### Exercise
Nothing in the records should change; write them all out again.
═════ Data extracts ═════
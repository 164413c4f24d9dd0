/** The analysis worker: runs jobs.ts off the main thread; InputErrors come back as messages for the user. */
import { InputError } from '../../../src/core/errors.js';
import { runJob, type JobRequest } from './jobs.js';

interface WorkerScope {
  onmessage: ((event: MessageEvent<{ id: number; request: JobRequest }>) => void) | null;
  postMessage(message: unknown): void;
}

const scope = self as unknown as WorkerScope;

scope.onmessage = (event) => {
  const { id, request } = event.data;
  try {
    scope.postMessage({ id, ok: true, result: runJob(request) });
  } catch (err) {
    const input = err instanceof InputError;
    scope.postMessage({ id, ok: false, input, error: input ? err.message : String((err as Error)?.stack ?? err) });
  }
};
═════
### Solution to this problem
repository 164413c4f24d9dd0
/** The analysis worker: runs jobs.ts off the main thread; InputErrors come back as messages for the user. */
import { InputError } from '../../../src/core/errors.js';
import { runJob, type JobRequest } from './jobs.js';

interface WorkerScope {
  onmessage: ((event: MessageEvent<{ id: number; request: JobRequest }>) => void) | null;
  postMessage(message: unknown): void;
}

const scope = self as unknown as WorkerScope;

scope.onmessage = (event) => {
  const { id, request } = event.data;
  try {
    scope.postMessage({ id, ok: true, result: runJob(request) });
  } catch (err) {
    const input = err instanceof InputError;
    scope.postMessage({ id, ok: false, input, error: input ? err.message : String((err as Error)?.stack ?? err) });
  }
};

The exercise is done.